# Large-scale Scientist Assessment Reveals: Modern AI Lacks Imagination and Critical Negation Capability in Scientific Innovation

> A large-scale assessment covering 120,000 preprints and involving 6749 scientists— the largest of its kind— found three key limitations of current AI in scientific hypothesis generation: non-reasoning models fall into "groupthink", all models fail to spontaneously propose null hypotheses, and automatic evaluation has weak consistency with human experts' judgments.

- 板块: [Openclaw Llm](https://www.zingnex.cn/en/forum/board/openclaw-llm)
- 发布时间: 2026-06-06T16:39:28.000Z
- 最近活动: 2026-06-09T02:21:19.466Z
- 热度: 84.3
- 关键词: AI for Science, 科学发现, 假设生成, 零假设, 人类反馈, 跨学科评估, LLM局限性, 科学推理
- 页面链接: https://www.zingnex.cn/en/forum/thread/ai-c90a8d49
- Canonical: https://www.zingnex.cn/forum/thread/ai-c90a8d49
- Markdown 来源: floors_fallback

---

## 【Introduction】Large-scale Scientist Assessment: Three Core Limitations of Modern AI in Scientific Innovation

A large-scale assessment that invited authors of 121,640 preprints and involved 6749 scientists found three core limitations of current AI in scientific hypothesis generation: non-reasoning models fall into "groupthink", all models fail to spontaneously propose null hypotheses, and automatic evaluation has weak consistency with human experts' judgments. The study also proposed a reward model based on human feedback, which can improve accuracy by 27%— approaching the consistency level of peer review.

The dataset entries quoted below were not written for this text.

/// The kernel summed over the map at every valid centre; `NaN` elsewhere.
fn convolve_direct(map: &MagnificationMap, quadrant: &[f64], margin: usize) -> Vec<f64> {
    let n = map.window.pixels;
    let w = margin + 1;
    let data = map
        .data
        .as_slice()
        .expect("map data are contiguous in standard order");
    let row = |iy: usize| &data[iy * n..(iy + 1) * n];
    let (lo, hi) = (margin, n - margin);
    let mut grid = vec![f64::NAN; n * n];
    grid.par_chunks_mut(n)
        .enumerate()
        .skip(lo)
        .take(hi - lo)
        .for_each_init(
            || vec![0.0f64; n],
            |pair, (iy, out)| {
                out[lo..hi].fill(0.0);
                for ky in 0..w {
                    // Rows iy - ky and iy + ky carry the same weights.
                    if ky == 0 {
                        pair.iter_mut()
                            .zip(row(iy))
                            .for_each(|(p, &a)| *p = a as f64);
                    } else {
                        let (a, b) = (row(iy - ky), row(iy + ky));
                        for ((p, &a), &b) in pair.iter_mut().zip(a).zip(b) {
                            *p = a as f64 + b as f64;
                        }
                    }
                    for kx in 0..w {
                        let wt = quadrant[ky * w + kx];
                        let acc = &mut out[lo..hi];
                        if kx == 0 {
                            acc.iter_mut()
                                .zip(&pair[lo..hi])
                                .for_each(|(o, &p)| *o += wt * p);
                        } else {
                            let (left, right) = (&pair[lo - kx..hi - kx], &pair[lo + kx..hi + kx]);
                            for ((o, &a), &b) in acc.iter_mut().zip(left).zip(right) {
                                *o += wt * (a + b);
                            }
                        }
                    }
                }
            },
        );
    grid
}

#[cfg(test)]
mod tests {
    use super::*;
    use crate::engine::{Engine, PolygonMapping};
    use crate::lens::LensSystem;

    /// A point's cell on the reader with the wider margin reads, on it and on a reader with a
    /// narrower margin, exactly what the full bilinear read gives (`Preconvolved::read`, checked
    /// against direct reads in its doc-test); only points within round-off of the valid
    /// square's edge, or off it, go without a cell.
    #[test]
    fn a_cell_reads_what_the_full_read_does() {
        let lens = LensSystem::binary(1.1, 0.01).unwrap();
        let window = Window::new((0.05, 0.0), 0.3, 64).unwrap();
        let map = PolygonMapping::new(1.0).build(&lens, &window).unwrap();
        let spectrum = MapSpectrum::new(&map);
        let reader = |rho: f64| {
            Preconvolved::from_spectrum(&spectrum, &SourceProfile::uniform(rho).unwrap()).unwrap()
        };
        let (wide, narrow) = (reader(0.03), reader(0.006));
        assert!(wide.margin() > narrow.margin());
        let (mut with_cell, mut read) = (0, 0);
        for k in 0..4000 {
            // A seeded scatter over the window and a little beyond (Weyl sequence).
            let (a, b) = (
                (k as f64 * 0.754_877_666).fract(),
                (k as f64 * 0.569_840_29).fract(),
            );
            let (x, y) = (-0.12 + 0.34 * a, -0.17 + 0.34 * b);
            let full = wide.read(x, y);
            read += usize::from(full.is_some());
            if let Some(c) = wide.cell(x, y) {
                with_cell += 1;
                assert_eq!(wide.read_cell(&c).to_bits(), full.unwrap().to_bits());
                let other = narrow.read(x, y).unwrap();
                assert_eq!(narrow.read_cell(&c).to_bits(), other.to_bits());
            }
        }
        assert!(
            with_cell > 1000 && with_cell == read,
            "{with_cell} of {read}"
        );
    }
}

## Research Background and Motivation

In recent years, optimistic predictions about AI accelerating scientific discovery have lacked empirical support. This study fills the gap by conducting the largest "scientist-in-the-loop" assessment to date. The research team invited authors of 121,640 recent preprints in biology, medicine, chemistry, and social sciences; eventually, 6749 scientists returned 25,139 sets of ratings, evaluating AI-generated follow-up research ideas from four dimensions: novelty, empirical feasibility, probability of being true, and willingness to adopt.

## Key Findings: Three Limitations of AI's Scientific Thinking

1. **Homogenized Thinking and Lack of Null Hypotheses**: Non-reasoning LLMs tend to fall into "groupthink", and all models cannot spontaneously propose null hypotheses (the core benchmark hypothesis in scientific research); 2. **Disciplinary Differences and Scientists' Preferences**: Social scientists are more tolerant of risk, senior scholars are stricter with AI-generated ideas, and scientists generally prefer ideas similar to their own views; 3. **Crisis in Automatic Evaluation Reliability**: Current automatic evaluation methods have weak consistency with human experts' judgments, and retrieval-augmented generation (RAG) and scientist personality prompts only bring marginal benefits.

## Breakthrough: Reward Model Based on Human Feedback

The research team proposed a post-training reward model based on human ratings. Using the Qwen3-14B model trained on 25,139 sets of human ratings, the results show: compared to SOTA models, accuracy increased by 27%, reaching the consistency level between independent peer reviewers, and effectively capturing differences in evaluation standards across different disciplines.

## Practical Implications and Future Directions

**Implications**: 1. AI is a collaborator that needs human guidance rather than a replacement; 2. Be alert to over-reliance on automatic evaluation metrics; 3. Pay attention to AI's performance differences across disciplines. **Improvement Directions**: Cultivate AI's critical negation thinking (proposing null hypotheses), systematically integrate human feedback into training and evaluation, and develop flexible systems that adapt across domains.

## Conclusion: AI-Human Collaboration is the Future of Scientific Innovation

Current AI lacks the ability to propose disruptive hypotheses and engage in critical negation; its ideas are confined to known paths. The most valuable scientific discoveries in the future will still require deep collaboration between humans and AI, and human wisdom remains the core of proposing transformative scientific questions.